Where in the data below does the word "none" appear? Copy each line that holds it.
═════ Data to process
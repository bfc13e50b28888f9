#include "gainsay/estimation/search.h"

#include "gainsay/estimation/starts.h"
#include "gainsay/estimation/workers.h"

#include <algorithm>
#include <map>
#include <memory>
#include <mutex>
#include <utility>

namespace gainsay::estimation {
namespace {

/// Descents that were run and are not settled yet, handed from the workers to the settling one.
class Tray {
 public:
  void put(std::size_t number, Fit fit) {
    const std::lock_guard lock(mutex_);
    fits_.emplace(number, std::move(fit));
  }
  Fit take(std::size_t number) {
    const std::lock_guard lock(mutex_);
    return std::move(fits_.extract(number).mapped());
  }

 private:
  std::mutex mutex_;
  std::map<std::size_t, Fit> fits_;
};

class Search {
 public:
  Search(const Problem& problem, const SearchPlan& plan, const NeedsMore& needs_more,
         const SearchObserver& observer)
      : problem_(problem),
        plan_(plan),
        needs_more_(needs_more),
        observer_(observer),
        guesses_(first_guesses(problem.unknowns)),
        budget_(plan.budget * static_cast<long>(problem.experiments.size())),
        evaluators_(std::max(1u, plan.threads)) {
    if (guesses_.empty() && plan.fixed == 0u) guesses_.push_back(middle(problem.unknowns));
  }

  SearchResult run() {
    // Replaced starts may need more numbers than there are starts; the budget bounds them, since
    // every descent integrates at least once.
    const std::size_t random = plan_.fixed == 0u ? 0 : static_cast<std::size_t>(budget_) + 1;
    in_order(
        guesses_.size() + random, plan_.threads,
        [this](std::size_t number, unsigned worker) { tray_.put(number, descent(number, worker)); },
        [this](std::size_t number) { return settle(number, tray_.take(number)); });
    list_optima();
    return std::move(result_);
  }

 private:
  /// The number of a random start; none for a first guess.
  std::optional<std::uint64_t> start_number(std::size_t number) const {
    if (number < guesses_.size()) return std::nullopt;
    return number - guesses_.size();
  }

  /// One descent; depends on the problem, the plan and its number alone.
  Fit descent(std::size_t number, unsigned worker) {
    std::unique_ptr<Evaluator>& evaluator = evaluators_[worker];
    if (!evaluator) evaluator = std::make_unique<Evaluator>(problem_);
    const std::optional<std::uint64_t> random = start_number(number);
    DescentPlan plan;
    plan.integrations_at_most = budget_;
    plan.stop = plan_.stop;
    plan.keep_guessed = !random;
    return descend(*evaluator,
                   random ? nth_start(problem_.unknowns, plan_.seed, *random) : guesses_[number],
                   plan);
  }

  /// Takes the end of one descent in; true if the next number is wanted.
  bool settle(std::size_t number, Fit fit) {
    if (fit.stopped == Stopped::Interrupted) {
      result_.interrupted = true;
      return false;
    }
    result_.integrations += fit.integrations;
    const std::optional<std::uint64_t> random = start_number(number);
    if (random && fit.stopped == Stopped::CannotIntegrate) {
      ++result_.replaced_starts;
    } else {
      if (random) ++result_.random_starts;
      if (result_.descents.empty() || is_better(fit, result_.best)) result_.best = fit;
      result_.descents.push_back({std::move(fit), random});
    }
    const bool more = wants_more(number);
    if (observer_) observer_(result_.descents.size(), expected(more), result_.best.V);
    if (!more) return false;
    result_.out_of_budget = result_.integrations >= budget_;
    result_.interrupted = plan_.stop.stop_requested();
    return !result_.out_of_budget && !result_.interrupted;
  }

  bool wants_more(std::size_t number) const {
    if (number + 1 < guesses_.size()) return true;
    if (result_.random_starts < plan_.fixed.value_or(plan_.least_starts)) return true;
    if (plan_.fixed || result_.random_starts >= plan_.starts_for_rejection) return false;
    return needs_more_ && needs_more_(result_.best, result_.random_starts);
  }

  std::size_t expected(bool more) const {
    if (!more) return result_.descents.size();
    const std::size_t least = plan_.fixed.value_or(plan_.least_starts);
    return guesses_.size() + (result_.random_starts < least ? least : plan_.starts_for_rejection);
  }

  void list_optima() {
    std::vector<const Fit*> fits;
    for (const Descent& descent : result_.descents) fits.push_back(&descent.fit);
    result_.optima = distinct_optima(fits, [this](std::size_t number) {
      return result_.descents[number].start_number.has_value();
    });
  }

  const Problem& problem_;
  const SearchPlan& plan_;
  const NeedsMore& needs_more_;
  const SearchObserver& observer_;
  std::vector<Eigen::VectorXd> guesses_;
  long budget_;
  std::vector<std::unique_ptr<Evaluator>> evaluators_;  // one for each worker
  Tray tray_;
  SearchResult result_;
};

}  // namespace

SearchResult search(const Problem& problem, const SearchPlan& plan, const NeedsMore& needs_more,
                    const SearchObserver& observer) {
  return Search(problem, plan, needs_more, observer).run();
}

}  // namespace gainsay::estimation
══════════
═════ Data to process
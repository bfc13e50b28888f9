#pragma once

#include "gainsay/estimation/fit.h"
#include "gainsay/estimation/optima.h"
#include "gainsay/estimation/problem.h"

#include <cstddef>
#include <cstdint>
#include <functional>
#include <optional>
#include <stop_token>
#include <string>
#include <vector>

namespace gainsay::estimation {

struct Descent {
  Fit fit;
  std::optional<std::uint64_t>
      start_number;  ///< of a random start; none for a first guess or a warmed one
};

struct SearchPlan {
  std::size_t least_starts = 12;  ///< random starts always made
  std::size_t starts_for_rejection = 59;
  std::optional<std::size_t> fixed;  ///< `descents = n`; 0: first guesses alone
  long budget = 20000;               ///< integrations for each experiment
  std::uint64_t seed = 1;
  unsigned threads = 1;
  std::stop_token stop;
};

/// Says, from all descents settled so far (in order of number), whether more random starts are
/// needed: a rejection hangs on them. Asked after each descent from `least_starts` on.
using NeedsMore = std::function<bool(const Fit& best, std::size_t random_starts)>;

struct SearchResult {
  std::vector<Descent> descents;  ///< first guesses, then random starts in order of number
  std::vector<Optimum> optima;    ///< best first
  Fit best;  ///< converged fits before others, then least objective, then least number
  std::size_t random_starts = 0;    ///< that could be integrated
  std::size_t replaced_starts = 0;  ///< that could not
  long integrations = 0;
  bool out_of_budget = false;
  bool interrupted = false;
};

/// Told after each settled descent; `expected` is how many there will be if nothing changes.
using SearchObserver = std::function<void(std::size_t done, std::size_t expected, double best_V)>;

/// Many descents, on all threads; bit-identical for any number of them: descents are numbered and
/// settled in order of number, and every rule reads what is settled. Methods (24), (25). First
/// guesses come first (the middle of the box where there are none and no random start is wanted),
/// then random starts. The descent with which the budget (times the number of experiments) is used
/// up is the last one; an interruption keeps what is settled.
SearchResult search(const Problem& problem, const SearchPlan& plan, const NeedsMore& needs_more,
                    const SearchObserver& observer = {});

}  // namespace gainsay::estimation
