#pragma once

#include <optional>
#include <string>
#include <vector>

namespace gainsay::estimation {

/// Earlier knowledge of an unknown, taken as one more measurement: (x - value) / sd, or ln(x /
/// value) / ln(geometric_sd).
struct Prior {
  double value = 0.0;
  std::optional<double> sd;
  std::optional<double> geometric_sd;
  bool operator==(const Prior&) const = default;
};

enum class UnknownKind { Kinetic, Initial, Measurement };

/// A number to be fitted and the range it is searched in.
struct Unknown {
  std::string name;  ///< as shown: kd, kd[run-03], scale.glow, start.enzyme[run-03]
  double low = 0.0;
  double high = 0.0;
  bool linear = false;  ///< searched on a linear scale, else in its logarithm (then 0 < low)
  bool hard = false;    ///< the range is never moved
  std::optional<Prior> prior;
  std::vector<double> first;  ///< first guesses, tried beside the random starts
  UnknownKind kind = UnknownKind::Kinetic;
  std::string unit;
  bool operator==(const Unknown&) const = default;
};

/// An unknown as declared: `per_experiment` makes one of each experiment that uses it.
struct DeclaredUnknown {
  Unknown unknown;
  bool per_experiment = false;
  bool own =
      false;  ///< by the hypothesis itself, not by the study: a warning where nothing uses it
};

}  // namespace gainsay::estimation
══════════
═════ Data to process
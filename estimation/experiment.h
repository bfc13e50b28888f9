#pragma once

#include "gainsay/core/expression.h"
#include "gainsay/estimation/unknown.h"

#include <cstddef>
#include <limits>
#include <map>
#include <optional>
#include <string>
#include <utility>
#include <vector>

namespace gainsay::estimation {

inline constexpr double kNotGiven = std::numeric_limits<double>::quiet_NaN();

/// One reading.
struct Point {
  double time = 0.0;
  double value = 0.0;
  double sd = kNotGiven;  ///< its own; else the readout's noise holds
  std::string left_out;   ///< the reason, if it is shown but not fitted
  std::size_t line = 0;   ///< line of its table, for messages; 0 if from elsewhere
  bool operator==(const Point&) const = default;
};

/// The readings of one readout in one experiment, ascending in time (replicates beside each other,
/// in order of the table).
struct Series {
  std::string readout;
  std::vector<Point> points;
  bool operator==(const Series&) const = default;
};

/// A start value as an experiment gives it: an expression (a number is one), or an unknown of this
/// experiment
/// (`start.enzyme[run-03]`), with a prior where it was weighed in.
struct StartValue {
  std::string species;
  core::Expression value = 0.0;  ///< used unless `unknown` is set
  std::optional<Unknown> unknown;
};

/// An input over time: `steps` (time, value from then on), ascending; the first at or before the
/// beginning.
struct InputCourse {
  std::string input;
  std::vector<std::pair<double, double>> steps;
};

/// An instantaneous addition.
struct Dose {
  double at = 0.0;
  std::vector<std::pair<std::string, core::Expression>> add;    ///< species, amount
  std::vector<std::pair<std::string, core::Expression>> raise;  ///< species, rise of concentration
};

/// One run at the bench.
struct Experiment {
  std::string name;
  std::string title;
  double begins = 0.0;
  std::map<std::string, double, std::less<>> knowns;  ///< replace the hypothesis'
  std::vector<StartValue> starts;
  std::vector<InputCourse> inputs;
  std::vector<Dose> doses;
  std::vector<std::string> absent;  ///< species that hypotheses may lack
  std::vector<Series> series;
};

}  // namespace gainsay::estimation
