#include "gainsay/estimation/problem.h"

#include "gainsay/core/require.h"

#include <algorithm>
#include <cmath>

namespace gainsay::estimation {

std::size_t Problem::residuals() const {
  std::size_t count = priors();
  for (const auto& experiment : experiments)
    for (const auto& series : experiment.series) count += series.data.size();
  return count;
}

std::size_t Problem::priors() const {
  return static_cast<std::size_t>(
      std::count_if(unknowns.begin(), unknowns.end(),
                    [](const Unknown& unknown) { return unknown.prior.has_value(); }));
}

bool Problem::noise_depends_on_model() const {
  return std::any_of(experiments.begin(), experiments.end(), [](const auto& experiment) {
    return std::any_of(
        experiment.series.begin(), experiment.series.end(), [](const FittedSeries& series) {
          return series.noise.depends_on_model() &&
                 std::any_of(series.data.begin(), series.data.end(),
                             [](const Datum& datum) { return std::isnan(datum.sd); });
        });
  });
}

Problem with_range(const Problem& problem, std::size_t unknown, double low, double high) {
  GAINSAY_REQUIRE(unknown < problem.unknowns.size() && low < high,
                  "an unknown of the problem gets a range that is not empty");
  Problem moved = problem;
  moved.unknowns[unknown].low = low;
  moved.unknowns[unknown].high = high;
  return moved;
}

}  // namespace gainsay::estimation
══════════
Reply:
  /// The number of a random start; none for a first guess.
      start_number;  ///< of a random start; none for a first guess or a warmed one
/// guesses come first (the middle of the box where there are none and no random start is wanted),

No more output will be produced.